Among the few classical MCM algorithms, the algorithm by Young, Tarjan, and Orlin (YTO), has been particularly popular. When implemented with a binary heap, the YTO algorithm has the best runtime performance although it has higher asymptotic time complexity than Karp's algorithm. However, as an efficient implementation of YTO relies on data redundancy, its memory usage is higher and could be a prohibitive factor in large size problems. On the other hand, a typical implementation of Karp's algorithm can also be memory hungry. An early termination technique from Hartmann and Orlin (HO) can be directly applied to Karp's algorithm to improve its runtime performance and memory usage. Although not as efficient as YTO in runtime, HO algorithm has much less memory usage than YTO. We propose several improvements to HO algorithm. The proposed algorithm has comparable runtime performance to YTO for circuit graphs and dense random graphs while being better than HO algorithm in memory usage.

Minimum balancing of a directed graph is an application of the minimum cycle mean algorithm. Minimum balance algorithms have been used to optimally distribute slack for mitigating process variation induced timing violation issues in clock network. In a conventional minimum balance algorithm, the principal subroutine is that of finding MCM in a graph. In particular, the minimum balance algorithm iteratively finds the minimum cycle mean and the corresponding minimum-mean cycle, and uses the mean and cycle to update the graph by changing edge weights and reducing the graph size.
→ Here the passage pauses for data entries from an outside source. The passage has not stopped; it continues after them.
impl TerrainFeature {
    /// The (method, scale) pair of a derivative-based feature.
    fn derivative_spec(&self) -> Option<(SlopeMethod, Option<f64>)> {
        use TerrainFeature::*;
        match self {
            Slope { method, scale_m }
            | Aspect { method, scale_m }
            | Northness { method, scale_m }
            | Eastness { method, scale_m }
            | ProfileCurvature { method, scale_m }
            | PlanCurvature { method, scale_m }
            | TangentialCurvature { method, scale_m }
            | MeanCurvature { method, scale_m }
            | GaussianCurvature { method, scale_m } => Some((*method, *scale_m)),
            _ => None,
        }
    }

    /// The (method, fit radius) of a curvature feature (profile, plan, tangential, mean,
    /// Gaussian); `None` for every other feature.
    pub fn curvature_spec(&self) -> Option<(SlopeMethod, Option<f64>)> {
        use TerrainFeature::*;
        match self {
            ProfileCurvature { .. }
            | PlanCurvature { .. }
            | TangentialCurvature { .. }
            | MeanCurvature { .. }
            | GaussianCurvature { .. } => self.derivative_spec(),
            _ => None,
        }
    }

    /// Whether this curvature needs a slope direction (kn, kc, kt): such layers are
    /// nodata where the gradient is within [`curvature::GRADIENT_SIGNIFICANCE`] standard
    /// errors of zero.
    pub fn needs_direction(&self) -> bool {
        matches!(
            self,
            TerrainFeature::ProfileCurvature { .. }
                | TerrainFeature::PlanCurvature { .. }
                | TerrainFeature::TangentialCurvature { .. }
        )
    }

    /// The pointwise function of the derivatives this feature is, if any.
    fn pointwise(&self) -> Option<Pointwise> {
        Some(match self {
            TerrainFeature::Slope { .. } => Pointwise::Slope,
            TerrainFeature::Aspect { .. } => Pointwise::Aspect,
            TerrainFeature::Northness { .. } => Pointwise::Northness,
            TerrainFeature::Eastness { .. } => Pointwise::Eastness,
            TerrainFeature::ProfileCurvature { .. } => Pointwise::Profile,
            TerrainFeature::PlanCurvature { .. } => Pointwise::Plan,
            TerrainFeature::TangentialCurvature { .. } => Pointwise::Tangential,
            TerrainFeature::MeanCurvature { .. } => Pointwise::Mean,
            TerrainFeature::GaussianCurvature { .. } => Pointwise::Gaussian,
            _ => return None,
        })
    }

    /// Window radius in metres of a window-statistics feature.
    fn window_radius(&self) -> Option<f64> {
        use TerrainFeature::*;
        match self {
            Tpi { radius_m }
            | Dev { radius_m }
            | Roughness { radius_m }
            | RoughnessDetrended { radius_m }
            | Vrm { radius_m }
            | RelativeElevation { radius_m }
            | LocalRelief { radius_m } => Some(*radius_m),
            _ => None,
        }
    }

    /// Stable band name, lower-case `[a-z0-9_.]`: "slope_horn", "tpi_r5m",
    /// "slope_quadratic_r2.5m".
    pub fn band_name(&self) -> String {
        let key = self.feature_key();
        if let Some((method, scale)) = self.derivative_spec() {
            return match scale {
                Some(r) if method == SlopeMethod::Quadratic => {
                    format!("{key}_{}_r{}m", method.name(), radius_label(r))
                }
                _ => format!("{key}_{}", method.name()),
            };
        }
        match self {
            TerrainFeature::RoughnessDetrended { radius_m } => {
                format!("roughness_detrended_r{}m", radius_label(*radius_m))
            }
            _ => match self.window_radius() {
                Some(r) => format!("{key}_r{}m", radius_label(r)),
                None => key.to_string(),
            },
        }
    }

    /// The docs/design.md `feature` value: "slope", "tpi", "roughness", ...
    pub fn feature_key(&self) -> &'static str {
        use TerrainFeature::*;
        match self {
            Elevation => "elevation",
            Slope { .. } => "slope",
            Aspect { .. } => "aspect",
            Northness { .. } => "northness",
            Eastness { .. } => "eastness",
            ProfileCurvature { .. } => "profile_curvature",
            PlanCurvature { .. } => "plan_curvature",
            TangentialCurvature { .. } => "tangential_curvature",
            MeanCurvature { .. } => "mean_curvature",
            GaussianCurvature { .. } => "gaussian_curvature",
            Tpi { .. } => "tpi",
            Dev { .. } => "dev",
            Roughness { .. } | RoughnessDetrended { .. } => "roughness",
            Tri => "tri",
            Vrm { .. } => "vrm",
            RelativeElevation { .. } => "relative_elevation",
            LocalRelief { .. } => "local_relief",
        }
    }

    /// The method label for metadata: the derivative estimator, "riley" for TRI,
    /// "detrended" for detrended roughness, `None` for elevation. Windowed statistics
    /// report their window shape through [`TerrainFeature::method_with_shape`].
    pub fn method(&self) -> Option<String> {
        if let Some((m, _)) = self.derivative_spec() {
            return Some(m.name().to_string());
        }
        match self {
            TerrainFeature::Elevation => None,
            TerrainFeature::Tri => Some("riley".into()),
            TerrainFeature::RoughnessDetrended { .. } => Some("detrended_square".into()),
            _ => Some("square".into()),
        }
    }

    /// Like [`TerrainFeature::method`], with the window shape actually used.
    pub fn method_with_shape(&self, shape: WindowShape) -> Option<String> {
        match self {
            TerrainFeature::RoughnessDetrended { .. } => {
                Some(format!("detrended_{}", shape.name()))
            }
            f if f.window_radius().is_some() => Some(shape.name().to_string()),
            f => f.method(),
        }
    }

    /// Window radius in metres for windowed features (and the multi-scale fit).
    pub fn scale_m(&self) -> Option<f64> {
        self.window_radius()
            .or_else(|| self.derivative_spec().and_then(|(_, s)| s))
    }

    /// Units: "degrees", "metres", "1/m", "1/m2" (Gaussian curvature) or "unitless".
    pub fn units(&self) -> &'static str {
        use TerrainFeature::*;
        match self {
            Slope { .. } | Aspect { .. } => "degrees",
            Elevation | Tpi { .. } | Roughness { .. } | RoughnessDetrended { .. } | Tri => "metres",
            RelativeElevation { .. } | LocalRelief { .. } => "metres",
            ProfileCurvature { .. }
            | PlanCurvature { .. }
            | TangentialCurvature { .. }
            | MeanCurvature { .. } => "1/m",
            GaussianCurvature { .. } => "1/m2",
            Northness { .. } | Eastness { .. } | Dev { .. } | Vrm { .. } => "unitless",
        }
    }

    /// Window radius in cells (x, y) for cell size (`hx`, `hy`) metres: 1 for 3x3
    /// features, ⌊r/h⌋ for windows of radius r, 0 for elevation.
    pub fn window_px(&self, hx: f64, hy: f64) -> (usize, usize) {
        if let Some(r) = self.window_radius() {
            return (radius_cells(r, hx), radius_cells(r, hy));
        }
        match self.derivative_spec() {
            Some((SlopeMethod::Quadratic, Some(r))) => {
                (radius_cells(r, hx).max(1), radius_cells(r, hy).max(1))
            }
            Some(_) => (1, 1),
            None if *self == TerrainFeature::Tri => (1, 1),
            None => (0, 0),
        }
    }

    /// Cells of context needed on every side. Pass the smallest cell sizes of the raster
    /// (on geographic grids, those of the row nearest a pole) so every block gets enough.
    pub fn halo_px(&self, hx: f64, hy: f64) -> usize {
        let (x, y) = self.window_px(hx, hy);
        let extra = usize::from(matches!(self, TerrainFeature::Vrm { .. }));
        x.max(y) + extra
    }

    /// Features from a comma-separated list of words, each windowed word carrying its
    /// radius as `@METRES` (e.g. `"slope,tpi@5,slope:quadratic@2.5"`).
    pub fn parse(text: &str) -> Result<Vec<TerrainFeature>> {
        let words: Vec<String> = text
            .split(',')
            .map(|w| w.trim().to_string())
            .filter(|w| !w.is_empty())
            .collect();
        expand(&words, &[])
    }
}

/// The feature words [`expand`] understands, with a one-line description each.
pub const FEATURE_WORDS: &[(&str, &str)] = &[
    ("elevation", "elevation × z factor"),
    (
        "slope",
        "slope, Horn; slope:zt, slope:ey, slope:quadratic (over the scales)",
    ),
    ("aspect", "aspect (same method suffixes as slope)"),
    ("northness", "cos(aspect) (same method suffixes)"),
    ("eastness", "sin(aspect) (same method suffixes)"),
    (
        "curvature",
        "all five curvatures, Evans–Young; curvature:zt, curvature:quadratic",
    ),
    (
        "profile_curvature",
        "profile curvature kn (suffixes as curvature)",
    ),
    ("plan_curvature", "plan curvature kc"),
    ("tangential_curvature", "tangential curvature kt"),
    ("mean_curvature", "mean curvature H"),
    ("gaussian_curvature", "Gaussian curvature K"),
    ("tpi", "topographic position index, per scale"),
    ("dev", "deviation from mean elevation, per scale"),
    ("roughness", "standard deviation of elevation, per scale"),
    (
        "roughness_detrended",
        "std of residuals from a fitted plane, per scale",
    ),
    ("tri", "terrain ruggedness index, 3x3"),
    ("vrm", "vector ruggedness measure, per scale"),
    ("relative_elevation", "z − window minimum, per scale"),
    ("local_relief", "window maximum − minimum, per scale"),
];

fn valid_words() -> String {
    FEATURE_WORDS
        .iter()
        .map(|(w, _)| *w)
        .collect::<Vec<_>>()
        .join(", ")
}

fn parse_method(word: &str, suffix: Option<&str>, curvature: bool) -> Result<SlopeMethod> {
    let m = match suffix {
        None => {
            if curvature {
                SlopeMethod::EvansYoung
            } else {
                SlopeMethod::Horn
            }
        }
        Some("horn") if !curvature => SlopeMethod::Horn,
        Some("zt") => SlopeMethod::ZevenbergenThorne,
        Some("ey") => SlopeMethod::EvansYoung,
        Some("quadratic") => SlopeMethod::Quadratic,
        Some(other) => {
            let valid = if curvature {
                "zt, ey, quadratic (Horn 1981 gives no second derivatives)"
            } else {
                "horn, zt, ey, quadratic"
            };
            return Err(
                Error::usage(format!("unknown method `{other}` in feature word `{word}`"))
                    .with_fix(format!("use one of: {valid}")),
            );
        }
    };
    Ok(m)
}

fn parse_radius(word: &str, text: &str) -> Result<f64> {
    let origin = format!("`{word}`");
    match text.parse::<f64>() {
        Ok(r) => check_radius_value(r, &origin).map(|_| r),
        Err(_) => Err(Error::usage(format!(
            "feature word `{word}` has radius `{text}`, which is not a number of metres"
        ))
        .with_fix("write the radius in metres after `@`, e.g. `tpi@5`")),
    }
}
The iterations terminate when the updated graph is a single node. Studies have shown that the bottleneck of the iterative process is the graph update operation as previous approaches involved updating the entire graph. We propose an improvement to the minimum balance algorithm by performing fewer changes to the edge weights in each iteration, resulting in better efficiency.

We also apply the minimum cycle mean algorithm in latency insensitive system design. Timing violations can occur in high performance communication links in system-on-chips (SoCs) in the late stages of the physical design process. To address the issues, latency insensitive systems (LISs) employ pipelining in the communication channels through insertion of the relay stations. Although the functionality of a LIS is robust with respect to the communication latencies, such insertion can degrade system throughput performance. Earlier studies have shown that the proper sizing of buffer queues after relay station insertion could eliminate such performance loss. However, solving the problem of maximum performance buffer queue sizing requires use of mixed integer linear programming (MILP) of which runtime is not scalable. We formulate the problem as a parameterized graph optimization problem where for every communication channel there is a parameterized edge with buffer counts as the edge weight. We then use minimum cycle mean algorithm to determine from which edges buffers can be removed safely without creating negative cycles. This is done iteratively in the similar style as the minimum balance algorithm. Experimental results suggest that the proposed approach is scalable. Moreover, quality of the solution is observed to be as good as that of the MILP based approach.